> **RECORD EXTRACTS**:

------

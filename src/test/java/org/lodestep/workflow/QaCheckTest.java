package org.lodestep.workflow;

import static org.junit.jupiter.api.Assertions.assertEquals;
import static org.junit.jupiter.api.Assertions.assertFalse;
import static org.junit.jupiter.api.Assertions.assertThrows;
import static org.junit.jupiter.api.Assertions.assertTrue;

import java.io.IOException;
import java.nio.charset.StandardCharsets;
import java.nio.file.Files;
import java.nio.file.Path;
import java.util.ArrayList;
import java.util.List;
import java.util.Map;

import org.junit.jupiter.api.Test;
import org.junit.jupiter.api.io.TempDir;
import org.lodestep.qa.CheckResult;
import org.lodestep.qa.Parameters;
import org.lodestep.qa.PartSpec;
import org.lodestep.qa.PartSpecReader;
import org.lodestep.qa.RecordQuery;
import org.lodestep.qa.RecordStore;
import org.lodestep.qa.RecordStores;
import org.lodestep.qa.StoredRecord;
import org.lodestep.qa.Verdict;
import org.lodestep.workflow.QaReadingSources.TypedInsulation;

/** The QA workflows driven as a second front end would: settings records in, records out, no command line. */
class QaCheckTest {

    @TempDir
    Path dir;

    private static final String SPEC = """
            [part]
            number = "KV-4218-M"
            revision = "C"
            spec_version = 3

            [resistance]
            phase_nominal_ohm = 1.50
            tolerance_pct = 10
            max_imbalance_pct = 5

            [inductance]
            phase_nominal_mh = 2.80
            tolerance_pct = 20

            [insulation]
            """;

    private PartSpec spec() throws Exception {
        return PartSpecReader.parse("kv.toml", SPEC.getBytes(StandardCharsets.UTF_8));
    }

    private RecordStore store() throws Exception {
        return RecordStores.open(dir.resolve("qa.sqlite").toString(), Map.of());
    }

    private static QaReadingSources typed(List<Double> ohm, List<Double> mh, List<TypedInsulation> ins) {
        return new QaReadingSources(null, null, ohm, mh, ins, null, null, null, null, null, null, null, null, null,
                null, null, null);
    }

    private static QaCheck.Settings settings(PartSpec spec, QaReadingSources src, QaCheck.InsulationConfirmation c) {
        return new QaCheck.Settings(spec, "L-9", src, 20, "tester", "bench-9", "test", c);
    }

    private static CheckResult check(StoredRecord r, String parameter, String label) {
        return r.submission().checks().stream().filter(c -> c.parameter().equals(parameter) && c.label().equals(label))
                .findFirst().orElseThrow();
    }

    @Test
    void typedMeterValuesAreConvertedToSiOnceAndRecorded() throws Exception {
        try (RecordStore store = store()) {
            QaReadingSources src = typed(List.of(1.50, 1.52), List.of(2.82, 2.83),
                    List.of(new TypedInsulation("A-frame", 850, Double.NaN)));
            RecordStore.Appended a = new QaCheck(settings(spec(), src, null), store).check("SN-1", Progress.NONE);
            assertTrue(a.created());
            assertEquals(Verdict.PASS, a.record().submission().verdict());
            // 2.82 mH is 2.82e-3 H; 850 Mohm is 8.5e8 ohm; the spec's 500 V DC (IEEE Std 43-2013 Table 1) applies
            assertEquals(List.of(2.82e-3, 2.83e-3), a.record().submission().measurements().phaseInductancesH());
            assertEquals(850e6, a.record().submission().measurements().insulation().get(0).resistanceOhm(), 1e-3);
            assertEquals(500, a.record().submission().measurements().insulation().get(0).testVoltageV());
            assertEquals(1, store.find(new RecordQuery("SN-1", null, null, null, null)).size());
        }
    }

    @Test
    void deadShortToFrameIsAFailedReadingNotAnError() throws Exception {
        try (RecordStore store = store()) {
            QaReadingSources src = typed(List.of(1.50, 1.52), List.of(),
                    List.of(new TypedInsulation("A-frame", 0, Double.NaN)));
            RecordStore.Appended a = new QaCheck(settings(spec(), src, null), store).check("SN-2", Progress.NONE);
            assertEquals(Verdict.FAIL, check(a.record(), Parameters.INSULATION_RESISTANCE, "A-frame").verdict());
        }
    }

    @Test
    void rigInsulationTestWaitsForTheFrontEndsConfirmation() throws Exception {
        QaReadingSources src = new QaReadingSources(null, null, null, null, null, null, null, "sim:bench-4", null,
                null, null, null, null, null, null, null, null);
        List<Double> asked = new ArrayList<>();
        try (RecordStore store = store()) {
            SettingsException refused = assertThrows(SettingsException.class, () -> new QaCheck(settings(spec(), src,
                    v -> {
                        asked.add(v);
                        return false;
                    }), store).check("KL-1", Progress.NONE));
            assertTrue(refused.getMessage().contains("not confirmed"), refused.getMessage());
            // IEEE Std 43-2013 Table 1: windings rated below 1000 V are tested at 500 V DC
            assertEquals(List.of(500.0), asked);
            assertTrue(store.find(new RecordQuery("KL-1", null, null, null, null)).isEmpty());

            List<String> notes = new ArrayList<>();
            List<String> steps = new ArrayList<>();
            Progress p = new Progress() {
                @Override
                public void step(String step) {
                    steps.add(step);
                }

                @Override
                public void note(String message) {
                    notes.add(message);
                }
            };
            // The virtual rig's bench-4 motor: 4 leads, two 0.75 ohm halves per phase (1.5 ohm), insulation 5 Gohm.
            RecordStore.Appended a = new QaCheck(settings(spec(), src, v -> true), store).check("KL-1", p);
            assertEquals(Verdict.INCOMPLETE, a.record().submission().verdict()); // no inductance reading
            assertEquals(Verdict.PASS, check(a.record(), Parameters.PHASE_RESISTANCE, "A").verdict());
            assertEquals(2, a.record().submission().measurements().insulation().size());
            assertEquals("rig", a.record().submission().measurements().captures().get(0).kind());
            assertTrue(notes.stream().anyMatch(n -> n.startsWith("insulation blk to frame at 500 V DC")), notes.toString());
            assertTrue(steps.contains("recording KL-1"), steps.toString());
        }
    }

    @Test
    void valueFromTwoSourcesIsRefusedNamingBoth() throws Exception {
        Path csv = dir.resolve("m.csv");
        Files.writeString(csv, "lead_a,lead_b,resistance_ohm\nred,blue,1.5\ngreen,black,1.5\nred,green,OL\n");
        QaReadingSources src = new QaReadingSources(csv, null, List.of(1.5, 1.5), null, null, null, null, null, null,
                null, null, null, null, null, null, null, null);
        try (RecordStore store = store()) {
            SettingsException e = assertThrows(SettingsException.class,
                    () -> new QaCheck(settings(spec(), src, null), store).check("SN-3", Progress.NONE));
            assertTrue(e.getMessage().contains("not both"), e.getMessage());
        }
    }

    @Test
    void lotReportCertificateAndExportComeFromTheStore() throws Exception {
        try (RecordStore store = store()) {
            QaCheck check = new QaCheck(settings(spec(), typed(List.of(1.50, 1.52), List.of(2.8, 2.8),
                    List.of(new TypedInsulation("A-frame", 850, Double.NaN))), null), store);
            for (String sn : List.of("SN-10", "SN-11", "SN-12")) {
                check.check(sn, Progress.NONE);
            }
            RecordQuery lot = new RecordQuery(null, "L-9", null, null, null);
            QaLotReport.Result report = QaLotReport.run(lot, store, Progress.NONE);
            assertEquals(3, report.records().size());
            assertEquals(3, report.summary().counts().motors());
            assertEquals(100.0, report.summary().counts().finalYieldPct(), 1e-12);
            // one series per phase, a point per motor in production order; every motor read the same 1.50 ohm on
            // phase A, so that series does not vary
            var r = report.summary().parameters().stream()
                    .filter(p -> p.parameter().equals(Parameters.PHASE_RESISTANCE) && p.label().equals("A"))
                    .findFirst().orElseThrow();
            assertEquals(3, r.points().size());
            assertEquals(2, r.movingRanges().length);
            assertEquals(0.0, r.movingRanges()[0], 1e-12);
            assertTrue(r.constant());

            QaCertificate.Result cert = QaCertificate.run("SN-11", null, store, Progress.NONE);
            assertTrue(cert.certifies());
            assertTrue(cert.earlier().isEmpty());
            assertThrows(SettingsException.class, () -> QaCertificate.run("NOPE", null, store, Progress.NONE));

            QaExport.Result export = QaExport.run(lot, store, Progress.NONE);
            assertEquals(3, export.records().size());
            int checks = export.records().get(0).submission().checks().size();
            assertEquals(3 * checks, export.rows());
            assertFalse(export.records().isEmpty());
        }
    }

    @Test
    void impossibleMeterLogInsulationIsABadLineNotAnInternalError() throws Exception {
        Path log = dir.resolve("log.csv");
        Files.writeString(log, "serial,phase_a_ohm,phase_b_ohm,insulation_a_frame_mohm\nSN-5,1.5,1.5,-5\n");
        QaReadingSources src = new QaReadingSources(null, null, null, null, null, null, null, null, log, null, null,
                null, null, null, null, null, null);
        try (RecordStore store = store()) {
            org.lodestep.sample.InputFormatException e = assertThrows(org.lodestep.sample.InputFormatException.class,
                    () -> new QaCheck(settings(spec(), src, null), store).check("SN-5", Progress.NONE));
            assertTrue(e.getMessage().contains("line 2") && e.getMessage().contains("insulation_a_frame_mohm"),
                    e.getMessage());
        }
    }

    @Test
    void patternsRefuseSerialsThatLeaveTheFolder() throws IOException {
        assertThrows(SettingsException.class,
                () -> QaMeasurementsAssembly.patternFile("--resistance-pattern", "caps/{serial}.csv", "../etc"));
        assertThrows(SettingsException.class,
                () -> QaMeasurementsAssembly.patternFile("--resistance-pattern", "caps/fixed.csv", "SN-1"));
        assertEquals(Path.of("caps/SN-1.csv"),
                QaMeasurementsAssembly.patternFile("--resistance-pattern", "caps/{serial}.csv", "SN-1"));
    }
}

------

> **YOUR INSTRUCTIONS**:
Scan the entries above for the word "TypedInsulation" and collect each line holding it.

> **WRITTEN ANSWER**:
import org.lodestep.workflow.QaReadingSources.TypedInsulation;
    private static QaReadingSources typed(List<Double> ohm, List<Double> mh, List<TypedInsulation> ins) {
                    List.of(new TypedInsulation("A-frame", 850, Double.NaN)));
                    List.of(new TypedInsulation("A-frame", 0, Double.NaN)));
                    List.of(new TypedInsulation("A-frame", 850, Double.NaN))), null), store);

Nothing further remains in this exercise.